### About this task
Lines where the string "Reads" appears are to be copied from the entries below.

══ Information given ══

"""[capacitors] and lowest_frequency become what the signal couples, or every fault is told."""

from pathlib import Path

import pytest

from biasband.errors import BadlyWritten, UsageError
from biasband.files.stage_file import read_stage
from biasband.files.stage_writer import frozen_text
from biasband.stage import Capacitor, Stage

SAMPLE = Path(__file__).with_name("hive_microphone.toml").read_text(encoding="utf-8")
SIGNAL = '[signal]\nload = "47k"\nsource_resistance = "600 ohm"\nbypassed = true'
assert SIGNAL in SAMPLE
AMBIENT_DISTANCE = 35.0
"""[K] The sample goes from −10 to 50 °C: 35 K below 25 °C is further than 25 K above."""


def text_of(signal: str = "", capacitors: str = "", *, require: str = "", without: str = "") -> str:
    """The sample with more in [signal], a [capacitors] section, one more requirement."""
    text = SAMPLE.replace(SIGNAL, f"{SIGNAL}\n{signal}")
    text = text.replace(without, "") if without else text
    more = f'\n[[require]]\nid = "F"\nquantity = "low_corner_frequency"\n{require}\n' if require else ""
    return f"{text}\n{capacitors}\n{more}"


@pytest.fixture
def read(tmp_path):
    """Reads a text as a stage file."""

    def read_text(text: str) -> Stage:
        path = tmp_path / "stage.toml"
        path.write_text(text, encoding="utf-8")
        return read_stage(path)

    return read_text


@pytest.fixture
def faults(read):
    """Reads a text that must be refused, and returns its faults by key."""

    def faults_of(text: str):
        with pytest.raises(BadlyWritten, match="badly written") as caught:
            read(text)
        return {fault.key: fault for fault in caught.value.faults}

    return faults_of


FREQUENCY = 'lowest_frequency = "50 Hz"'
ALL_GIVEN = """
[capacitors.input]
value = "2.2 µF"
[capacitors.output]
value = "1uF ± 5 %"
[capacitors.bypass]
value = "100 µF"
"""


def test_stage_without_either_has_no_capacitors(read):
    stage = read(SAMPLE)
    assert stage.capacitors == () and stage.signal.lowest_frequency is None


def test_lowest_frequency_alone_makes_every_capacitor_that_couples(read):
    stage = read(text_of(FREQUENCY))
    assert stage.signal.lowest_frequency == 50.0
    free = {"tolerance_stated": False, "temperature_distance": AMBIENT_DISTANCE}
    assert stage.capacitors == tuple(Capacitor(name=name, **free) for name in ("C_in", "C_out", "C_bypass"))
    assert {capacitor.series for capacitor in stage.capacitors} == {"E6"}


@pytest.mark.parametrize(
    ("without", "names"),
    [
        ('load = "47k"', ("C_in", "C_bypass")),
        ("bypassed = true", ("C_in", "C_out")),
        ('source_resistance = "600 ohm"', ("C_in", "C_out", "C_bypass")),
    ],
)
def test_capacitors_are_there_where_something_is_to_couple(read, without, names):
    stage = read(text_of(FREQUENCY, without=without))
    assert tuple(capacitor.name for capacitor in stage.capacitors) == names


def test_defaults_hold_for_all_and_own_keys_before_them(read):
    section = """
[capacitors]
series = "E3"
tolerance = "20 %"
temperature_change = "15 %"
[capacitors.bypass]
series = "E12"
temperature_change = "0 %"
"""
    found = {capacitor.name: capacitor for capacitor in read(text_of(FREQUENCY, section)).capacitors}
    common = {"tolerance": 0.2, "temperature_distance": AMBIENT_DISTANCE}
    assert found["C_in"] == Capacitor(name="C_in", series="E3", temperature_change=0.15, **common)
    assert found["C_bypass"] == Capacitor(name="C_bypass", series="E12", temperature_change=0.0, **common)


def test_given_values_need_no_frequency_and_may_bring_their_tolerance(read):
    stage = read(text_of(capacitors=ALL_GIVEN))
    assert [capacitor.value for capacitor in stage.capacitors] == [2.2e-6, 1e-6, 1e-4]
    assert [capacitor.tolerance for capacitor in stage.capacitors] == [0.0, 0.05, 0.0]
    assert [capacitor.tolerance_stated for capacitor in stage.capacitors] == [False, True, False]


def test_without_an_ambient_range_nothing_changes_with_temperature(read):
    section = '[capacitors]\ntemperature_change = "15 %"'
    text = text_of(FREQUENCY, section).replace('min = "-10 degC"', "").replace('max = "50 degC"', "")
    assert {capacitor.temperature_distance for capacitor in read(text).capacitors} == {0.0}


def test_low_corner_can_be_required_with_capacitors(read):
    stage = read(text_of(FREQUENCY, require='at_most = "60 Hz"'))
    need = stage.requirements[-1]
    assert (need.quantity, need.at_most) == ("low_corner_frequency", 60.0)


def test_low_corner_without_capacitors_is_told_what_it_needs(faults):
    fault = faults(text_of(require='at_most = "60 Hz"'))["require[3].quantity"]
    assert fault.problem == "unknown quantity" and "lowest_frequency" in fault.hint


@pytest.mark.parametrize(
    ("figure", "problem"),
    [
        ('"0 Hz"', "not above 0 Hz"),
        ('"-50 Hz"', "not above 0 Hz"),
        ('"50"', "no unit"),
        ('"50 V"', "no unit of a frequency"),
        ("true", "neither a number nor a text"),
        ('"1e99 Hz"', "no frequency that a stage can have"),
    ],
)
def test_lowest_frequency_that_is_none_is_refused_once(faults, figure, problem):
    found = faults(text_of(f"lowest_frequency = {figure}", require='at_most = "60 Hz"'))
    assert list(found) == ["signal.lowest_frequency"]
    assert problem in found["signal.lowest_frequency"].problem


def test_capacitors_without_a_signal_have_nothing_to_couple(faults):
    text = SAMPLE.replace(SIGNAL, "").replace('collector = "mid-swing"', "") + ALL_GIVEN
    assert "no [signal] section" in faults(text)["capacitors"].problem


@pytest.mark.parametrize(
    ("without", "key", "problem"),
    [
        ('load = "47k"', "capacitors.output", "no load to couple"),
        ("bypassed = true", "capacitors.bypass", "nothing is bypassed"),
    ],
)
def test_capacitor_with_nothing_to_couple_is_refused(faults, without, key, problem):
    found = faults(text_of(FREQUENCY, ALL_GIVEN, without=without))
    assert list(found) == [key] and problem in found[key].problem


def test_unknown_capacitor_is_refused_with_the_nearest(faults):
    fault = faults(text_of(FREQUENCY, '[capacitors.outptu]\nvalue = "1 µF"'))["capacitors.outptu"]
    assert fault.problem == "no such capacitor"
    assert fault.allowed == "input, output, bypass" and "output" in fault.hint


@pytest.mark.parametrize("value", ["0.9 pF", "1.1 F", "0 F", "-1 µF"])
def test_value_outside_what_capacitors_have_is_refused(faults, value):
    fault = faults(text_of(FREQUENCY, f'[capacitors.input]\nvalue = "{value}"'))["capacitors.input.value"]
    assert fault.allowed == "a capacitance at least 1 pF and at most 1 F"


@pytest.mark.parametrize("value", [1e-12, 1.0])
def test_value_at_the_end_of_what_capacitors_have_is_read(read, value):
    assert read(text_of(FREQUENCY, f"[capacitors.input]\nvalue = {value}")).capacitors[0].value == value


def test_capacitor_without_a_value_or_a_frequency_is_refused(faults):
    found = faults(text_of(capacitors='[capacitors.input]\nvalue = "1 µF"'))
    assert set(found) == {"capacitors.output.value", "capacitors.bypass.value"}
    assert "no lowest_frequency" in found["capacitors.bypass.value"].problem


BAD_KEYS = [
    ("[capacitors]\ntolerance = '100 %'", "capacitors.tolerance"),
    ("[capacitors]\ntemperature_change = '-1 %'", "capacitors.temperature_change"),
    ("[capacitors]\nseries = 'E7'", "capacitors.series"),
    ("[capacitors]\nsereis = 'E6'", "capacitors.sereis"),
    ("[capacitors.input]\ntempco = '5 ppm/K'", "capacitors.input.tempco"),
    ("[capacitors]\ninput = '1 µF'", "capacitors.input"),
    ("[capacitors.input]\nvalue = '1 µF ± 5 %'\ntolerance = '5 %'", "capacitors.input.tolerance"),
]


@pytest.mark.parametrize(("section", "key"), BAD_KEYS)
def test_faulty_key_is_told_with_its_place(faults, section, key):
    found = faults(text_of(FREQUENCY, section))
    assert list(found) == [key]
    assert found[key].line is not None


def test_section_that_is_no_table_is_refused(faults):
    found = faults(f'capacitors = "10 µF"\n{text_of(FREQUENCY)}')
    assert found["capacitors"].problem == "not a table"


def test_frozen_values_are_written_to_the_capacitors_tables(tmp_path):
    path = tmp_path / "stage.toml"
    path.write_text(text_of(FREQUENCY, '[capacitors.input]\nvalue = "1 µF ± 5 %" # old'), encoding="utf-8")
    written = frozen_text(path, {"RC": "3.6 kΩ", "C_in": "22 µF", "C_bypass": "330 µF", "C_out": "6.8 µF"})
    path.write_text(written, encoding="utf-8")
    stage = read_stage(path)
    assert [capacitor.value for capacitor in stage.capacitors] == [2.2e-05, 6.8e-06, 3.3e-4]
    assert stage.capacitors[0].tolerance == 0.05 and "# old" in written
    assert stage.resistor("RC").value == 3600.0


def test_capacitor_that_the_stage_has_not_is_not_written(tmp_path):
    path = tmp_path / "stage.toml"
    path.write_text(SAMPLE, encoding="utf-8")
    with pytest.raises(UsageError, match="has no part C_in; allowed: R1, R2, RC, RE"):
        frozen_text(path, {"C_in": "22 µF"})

═══

### Expected answer
    """Reads a text as a stage file."""
    """Reads a text that must be refused, and returns its faults by key."""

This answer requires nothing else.